§ **PROBLEM DETAILS**
Return all lines of the data in which the string "quotes" occurs.

○ ○ ○

class _Reader:
    """Builds data and places from parser events, without recursion, and notes mistakes."""

    def __init__(self, text: str, file: str) -> None:
        self.text = text
        self.file = file
        self.problems: list[Problem] = []
        self.places: dict[Path, Place] = {}
        self.root: Data = None
        self._stack: list[_Frame] = []
        self._key_lines: list[dict[str, int]] = []
        self._documents = 0
        self._nodes = 0
        self._line = 1

    def read(self) -> None:
        for line, source in enumerate(_BREAK.split(self.text), start=1):
            match = FORBIDDEN.search(source)
            if match:
                self._note("character", match[0], "printable text, or an escape in double quotes", line)
        if self.problems:
            return
        try:
            for event in yaml.parse(self.text, Loader=_loader()):
                self._take(event)
        except yaml.MarkedYAMLError as error:
            self._syntax(error)
        except (yaml.YAMLError, ValueError, OverflowError) as error:  # an escape beyond the last character
            self._note("syntax", str(error), "valid YAML, with valid escapes", self._line)
        if not self._documents and not self.problems:
            self._note("file", "nothing", "a scenario", 1)

    def _note(
        self,
        subject: str,
        value: object,
        expectation: str,
        line: int | None = None,
        path: Path = (),
        tip: str = "",
    ) -> None:
        shown = value[:_SHOWN] if isinstance(value, str) else value
        self.problems.append(Problem(subject, shown, expectation, render_path(path), self.file, line, tip))
        if len(self.problems) >= MAX_PROBLEMS:
            text = f"fewer than {MAX_PROBLEMS} mistakes; reading stopped here"
            self.problems.append(Problem("file", "too many mistakes", text, "", self.file, line))
            raise _StopReading

    def _take(self, event: ev.Event) -> None:
        self._line = line = event.start_mark.line + 1 if event.start_mark is not None else self._line
        if isinstance(event, ev.DocumentStartEvent):
            self._documents += 1
            if self._documents > 1:
                self._note("file", "a second document", "one document in a file", line)
                raise _StopReading
            version = getattr(event, "version", None)
            if version is not None and tuple(version) != (1, 2):
                text = ".".join(map(str, version))
                self._note("directive", f"%YAML {text}", "no directive except %YAML 1.2", line)
        elif isinstance(event, ev.CollectionEndEvent):
            self._key_lines.pop()
            if self._stack.pop().is_key:
                self._stack[-1].key = "?"
        elif isinstance(event, ev.NodeEvent):
            self._node(event, line)

    def _node(self, event: ev.NodeEvent, line: int) -> None:
        top = self._stack[-1] if self._stack else None
        is_key = top is not None and isinstance(top.container, dict) and top.key is None
        path: Path = ()
        if top is not None:
            path = top.path
            if isinstance(top.container, list):
                path = (*path, len(top.container))
            elif top.key is not None:
                path = (*path, top.key)
        self._nodes += 1
        if self._nodes > MAX_NODES:
            self._note("file", "more", f"at most {MAX_NODES} keys and values", line, path)
            raise _StopReading
        self._refuse_references(event, line, path)
        if isinstance(event, ev.CollectionStartEvent):
            if is_key:
                self._note("key", "a list or mapping", "a text as key", line, path)
            if len(self._stack) >= MAX_DEPTH:
                self._note("nesting", "deeper", f"at most {MAX_DEPTH} levels", line, path)
                raise _StopReading
            container: list[Data] | dict[str, Data] = [] if isinstance(event, ev.SequenceStartEvent) else {}
            if not is_key:
                self._place(container, line, path)
            self._stack.append(_Frame(path, container, is_key))
            self._key_lines.append({})
        elif is_key and top is not None:
            top.key = self._key(event, line, path)
            top.key_line = line
        else:
            self._place(self._value(event, line, path), line, path)

    def _place(self, value: Data, line: int, path: Path) -> None:
        key_line = line
        if not self._stack:
            self.root = value
        else:
            top = self._stack[-1]
            if isinstance(top.container, list):
                top.container.append(value)
            elif top.key is not None:
                top.container[top.key] = value
                key_line = top.key_line
                top.key = None
        self.places[path] = Place(key_line, line)

    def _refuse_references(self, event: ev.NodeEvent, line: int, path: Path) -> None:
        if isinstance(event, ev.AliasEvent):
            self._note("alias", f"*{event.anchor}", "the value itself, written out", line, path)
            return
        if event.anchor is not None:
            self._note("anchor", f"&{event.anchor}", "no anchor; write values out", line, path)
        tag = getattr(event, "tag", None)
        if tag is not None:
            shown = tag.replace("tag:yaml.org,2002:", "!!")
            self._note("tag", shown, "no tag; quotes make a text", line, path)

    def _key(self, event: ev.NodeEvent, line: int, path: Path) -> str:
        if not isinstance(event, ev.ScalarEvent):
            return "?"
        key = event.value
        if not event.style:
            if key in _NULLS:
                self._note("key", key, "a text as key (in quotes if it is meant)", line, path)
                return key
            if key == "<<":
                self._note("key", key, "no merge key; write values out", line, path)
                return key
        self._check_unicode(key, line, path)
        seen = self._key_lines[-1]
        if key in seen:
            tip = f"first on line {seen[key]}"
            self._note("key", key, "each key once", line, (*path, key), tip)
        seen.setdefault(key, line)
        return key

    def _value(self, event: ev.NodeEvent, line: int, path: Path) -> Data:
        if not isinstance(event, ev.ScalarEvent):
            return None
        if event.style:
            self._check_unicode(event.value, line, path)
            return event.value
        if not event.value and not self._stack and event.tag is None and event.anchor is None:
            self._note("file", "nothing", "a scenario", line)
        value, expectation = plain_scalar(event.value)
        if expectation:
            self._note("number", event.value, expectation, line, path)
        return value

    def _check_unicode(self, text: str, line: int, path: Path) -> None:
        if _SURROGATE.search(text):
            self._note("text", text, "no half of a surrogate pair", line, path)

    def _syntax(self, error: yaml.MarkedYAMLError) -> None:
        problem = error.problem or "unreadable"
        said = problem if not error.context else f"{problem}, {error.context}"
        mark = error.problem_mark or error.context_mark
        if error.context_mark is not None:
            said += f" from line {error.context_mark.line + 1}"
            if "end of stream" in problem or "expected ':'" in problem:
                mark = error.context_mark
        source = _BREAK.split(self.text)
        line = min(mark.line + 1, len(source)) if mark is not None else 1
        shown = source[line - 1].strip() or "end of text"
        path = self._stack[-1].path if self._stack else ()
        tabbed = next((n for n in (line, line - 1) if n > 0 and _TAB_INDENT.match(source[n - 1])), None)
        if tabbed is not None:
            self._note("syntax", source[tabbed - 1], "spaces for indentation, no tab", tabbed, path, said)
            return
        expectation = next((text for part, text in _SYNTAX if part in said), "valid YAML")
        if shown.startswith(":"):
            expectation = "a key before the colon"
        if "cannot start" in problem and mark is not None and source[line - 1][mark.column :][:1] == "\t":
            expectation = "spaces, no tab"
        self._note("syntax", shown, expectation, line, path, said)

○ ○ ○

§ **REPLY**
                self._note("character", match[0], "printable text, or an escape in double quotes", line)
            self._note("tag", shown, "no tag; quotes make a text", line, path)
                self._note("key", key, "a text as key (in quotes if it is meant)", line, path)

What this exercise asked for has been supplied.